You must have seen that when an election takes place, the television networks provide election coverage. They also try to predict the results. This is done through exit polls, wherein a random sample of voters who exit the polling booths are asked whom they voted for. From the data of the sample of voters, the prediction is made.

The below given chart shows different sampling method we using for collecting data.

Sampling and Non-sampling errors

Statistical investigations are carried out for drawing some inferences about the population. ‘Errors may occur at any time of the investigation. It may be at the time of framing the sample, or in the collection of data, or at any other process of investigation. Mainly we address two types of errors, namely, sampling errors and non-sampling errors.

1. SAMPLING ERRORS

In sampling method we collect data from only a small fraction of the population. After drawing the inference by studying the data, we generalize the result to the population as well. That is, we are drawing inferences about the population on the basis of a few observations (or sample). Errors may occur in this process. This sample value may differ from the population value that is the value we might have got if we conduct complete enumeration. The error arising due to drawing inferences about the population on the basis of sample is known as sampling error. Let us see an example:

Suppose that there are 30 students in your class. Let their marks in Economics is as below. Let the problem is to find the performance of the students in Economics examination. Let it be carried out by calculating the average mark.

Table-2.4
43 48 65 87 32 17
43 50 80 32 48 82
73 67 62 70 39 12
43 45 61 76 32 75
71 63 32 18 60 42

If we consider the whole population (i.e. all the 30 students). the average mark is 52. Now, let . the problem be done in sampling method. Let the sample size be 5. At random we are selecting marks of five students. Let they be 70, 32, 39, 82 and 17. The average of these five marks is 48. That is, the population value is in fact 52 but the sampling value is only 48. This difference comes from sampling error. That is, the sample we had chosen may not be the correct representatives of the population. Here the sampling error is 52 —48 = 4.

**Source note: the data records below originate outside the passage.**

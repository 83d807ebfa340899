import request from 'supertest';
import { afterEach, beforeEach, describe, expect, it } from 'vitest';
import { csvCell } from '../csv';
import { recordAudit } from '../audit.service';
import { createTestContext, csrf, seedShop, signedInAgent, type TestContext } from '../../../test-support/test-app';

let ctx: TestContext;
let seeded: Awaited<ReturnType<typeof seedShop>>;
let owner: Awaited<ReturnType<typeof signedInAgent>>;
let base: string;

beforeEach(async () => {
  ctx = await createTestContext();
  seeded = await seedShop(ctx);
  owner = await signedInAgent(ctx.app, seeded.byRole.owner.email, seeded.password);
  base = `/api/shops/${seeded.shop.id}`;
});
afterEach(() => ctx.close());

/** Splits simple CSV (quoted cells, CRLF) into rows of cells. */
function parseCsv(text: string): string[][] {
  return text
    .split('\r\n')
    .filter(Boolean)
    .map((line) => [...line.matchAll(/"((?:[^"]|"")*)"/g)].map((m) => (m[1] ?? '').replace(/""/g, '"')));
}

describe('audit log', () => {
  it('lists the shop\'s events newest first, with who did them, and filters by actor, entity and date', async () => {
    const day1 = ctx.clock.now();
    await owner.patch(base).set(csrf).send({ name: 'Harbour Works Renamed' }).expect(200);
    ctx.clock.advance(24 * 3600_000);
    owner = await signedInAgent(ctx.app, seeded.byRole.owner.email, seeded.password); // the old session idled out
    const { body: key } = await owner.post(`${base}/api-keys`).set(csrf).send({ label: 'Feed', role: 'viewer' }).expect(201);
    ctx.clock.advance(1000); // so that the invitation is the newest event
    await owner.post(`${base}/staff/invitations`).set(csrf).send({ email: 'pat.reed@harbour-works.test', role: 'viewer' }).expect(201);

    const all = await owner.get(`${base}/audit-events`).expect(200);
    expect(all.body.total).toBeGreaterThanOrEqual(3);
    expect(all.body.events[0].action).toBe('invitation.created');
    expect(all.body.events[0].actor).toMatchObject({ userId: seeded.byRole.owner.id, userName: seeded.byRole.owner.name, apiKeyId: null });

    const shops = await owner.get(`${base}/audit-events`).query({ entity: 'shop' }).expect(200);
    expect(shops.body.events.map((e: { action: string }) => e.action)).toContain('shop.updated');
    expect(shops.body.events.every((e: { entity: string }) => e.entity === 'shop')).toBe(true);
    const renamed = shops.body.events.find((e: { action: string }) => e.action === 'shop.updated');
    expect(renamed.changes.name).toEqual({ before: seeded.shop.name, after: 'Harbour Works Renamed' });

    const day1Date = day1.toISOString().slice(0, 10);
    const onDay1 = await owner.get(`${base}/audit-events`).query({ from: day1Date, to: day1Date }).expect(200);
    expect(onDay1.body.events.map((e: { action: string }) => e.action)).toContain('shop.updated');
    expect(onDay1.body.events.map((e: { action: string }) => e.action)).not.toContain('api_key.created');
    const afterDay1 = await owner.get(`${base}/audit-events`).query({ from: new Date(day1.getTime() + 3600_000).toISOString() }).expect(200);
    expect(afterDay1.body.events.map((e: { action: string }) => e.action).sort()).toEqual(['api_key.created', 'invitation.created']);

    const byViewer = await owner.get(`${base}/audit-events`).query({ actor: seeded.byRole.viewer.id }).expect(200);
    expect(byViewer.body.events.every((e: { actor: { userId: string } }) => e.actor.userId === seeded.byRole.viewer.id)).toBe(true);
    expect(key.key.id).toBeTruthy();
  });

  it('filters by API key and names the key', async () => {
    const { body } = await owner.post(`${base}/api-keys`).set(csrf).send({ label: 'Owner script', role: 'buyer' }).expect(201);
    // A refused write by the key records nothing.
    await request(ctx.app).patch(base).set({ Authorization: `Bearer ${body.secret}` }).send({ name: 'Nope' }).expect(403);
    expect((await owner.get(`${base}/audit-events`).query({ actor: body.key.id }).expect(200)).body.events).toEqual([]);
    // No route a key may write to exists yet: record one as a later module would.
    await ctx.db.write((m) => recordAudit(m, { shopId: seeded.shop.id, actor: { userId: seeded.byRole.owner.id, apiKeyId: body.key.id, ip: null }, action: 'part.created', entity: 'part', entityId: null, at: ctx.clock.now() }));
    const res = await owner.get(`${base}/audit-events`).query({ actor: body.key.id }).expect(200);
    expect(res.body.events).toEqual([expect.objectContaining({ action: 'part.created', actor: expect.objectContaining({ apiKeyId: body.key.id, apiKeyLabel: 'Owner script' }) })]);
  });

  it('pages with a cap of 100', async () => {
    for (let i = 0; i < 3; i++) await owner.patch(base).set(csrf).send({ name: `Harbour Works ${i}` }).expect(200);
    const page1 = await owner.get(`${base}/audit-events`).query({ entity: 'shop', pageSize: 2 }).expect(200);
    const page2 = await owner.get(`${base}/audit-events`).query({ entity: 'shop', pageSize: 2, page: 2 }).expect(200);
    expect(page1.body.events).toHaveLength(2);
    expect(page1.body.total).toBe(4); // created + 3 renames
    expect(page2.body.events).toHaveLength(2);
    expect(new Set([...page1.body.events, ...page2.body.events].map((e: { id: string }) => e.id)).size).toBe(4);
    await owner.get(`${base}/audit-events`).query({ pageSize: 101 }).expect(400);
    await owner.get(`${base}/audit-events`).query({ from: 'yesterday' }).expect(400);
    await owner.get(`${base}/audit-events`).query({ unknown: 1 }).expect(400);
  });

  it('is for owners only; another shop is a 404', async () => {
    for (const role of ['mechanic', 'buyer', 'viewer'] as const) {
      const agent = await signedInAgent(ctx.app, seeded.byRole[role].email, seeded.password);
      await agent.get(`${base}/audit-events`).expect(403);
      await agent.get(`${base}/audit-events.csv`).expect(403);
    }
    const other = await seedShop(ctx, ['owner']);
    const otherOwner = await signedInAgent(ctx.app, other.byRole.owner.email, other.password);
    await otherOwner.get(`${base}/audit-events`).expect(404);
    // And their own log does not contain this shop's events.
    const theirs = await otherOwner.get(`/api/shops/${other.shop.id}/audit-events`).expect(200);
    expect(theirs.body.events.every((e: { entityId: string | null }) => e.entityId !== seeded.shop.id)).toBe(true);
  });

  it('exports CSV with formula-looking cells neutralised', async () => {
    ctx.clock.advance(1000); // so that the rename sorts after the creation
    await owner.patch(base).set(csrf).send({ name: '=HYPERLINK("http://evil.test","x")' }).expect(200);
    const res = await owner.get(`${base}/audit-events.csv`).query({ entity: 'shop' }).expect(200);
    expect(res.headers['content-type']).toMatch(/^text\/csv/);
    expect(res.headers['content-disposition']).toMatch(/attachment; filename="audit-log-.*\.csv"/);
    const rows = parseCsv(res.text);
    expect(rows[0]).toEqual(['created_at', 'action', 'entity', 'entity_id', 'actor_user_id', 'actor_name', 'actor_api_key_id', 'actor_api_key_label', 'ip', 'changes']);
    expect(rows.slice(1).map((r) => r[1])).toEqual(['shop.created', 'shop.updated']);
    const changes = JSON.parse(rows[2]![9]!) as Record<string, { after: string }>;
    expect(changes['name']!.after).toBe('=HYPERLINK("http://evil.test","x")');
    // The JSON cell starts with "{", so only a cell that itself starts with = + - @ is prefixed.
    expect(csvCell('=1+1')).toBe(`"'=1+1"`);
    expect(csvCell('+44 20')).toBe(`"'+44 20"`);
    expect(csvCell('-3')).toBe(`"'-3"`);
    expect(csvCell('@SUM(A1)')).toBe(`"'@SUM(A1)"`);
    expect(csvCell('say "hi"')).toBe(`"say ""hi"""`);
  });

  it('cannot be changed or deleted: the table is append-only', async () => {
    await expect(ctx.db.write((m) => m.query(`UPDATE audit_events SET action = 'x'`))).rejects.toThrow(/append-only/);
    await expect(ctx.db.write((m) => m.query(`DELETE FROM audit_events`))).rejects.toThrow(/append-only/);
  });
});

As the size of the sample increases, the error in sampling decreases. Hence, sampling errors may be minimized by taking large samples. For minimizing sampling error, the following precautions may be taken:

  1. Sample size be made large
  2. Sample should be taken with care
  3. Enumerators should be well trained
  4. Scientific methods of data collection should be employed

2. NON-SAMPLING ERRORS

Will the result of the investigation be free from errors if we conduct the census method? No. There may creep in errors because of many factors. The vast size of the population, inability of certain enumerators, tabulation of huge data, all these factors put in errors. Errors arising in this manner are called non-sampling errors. That is, non-sampling errors are those that creep in due to human factors. Some of the non-sampling errors are errors in data acquisition, non-response errors and sampling bias. More specifically, non-sampling errors may arise from one or more of the following factors:

  1. Data specification being inadequate with respect to the objectives of the survey Statistical units prescribed may be inappropriate
  2. Methods of interview may be unsuitable
  3. Investigators may be inexperienced or untrained
  4. No or incorrect response from respondents
  5. Errors in data processing
  6. Errors occurred during presentation and tabulation of data

Non-sampling error is more serious than sampling error because sampling error be minimized by taking larger samples. But, sampling errors cannot be minimized even by making samples large or small.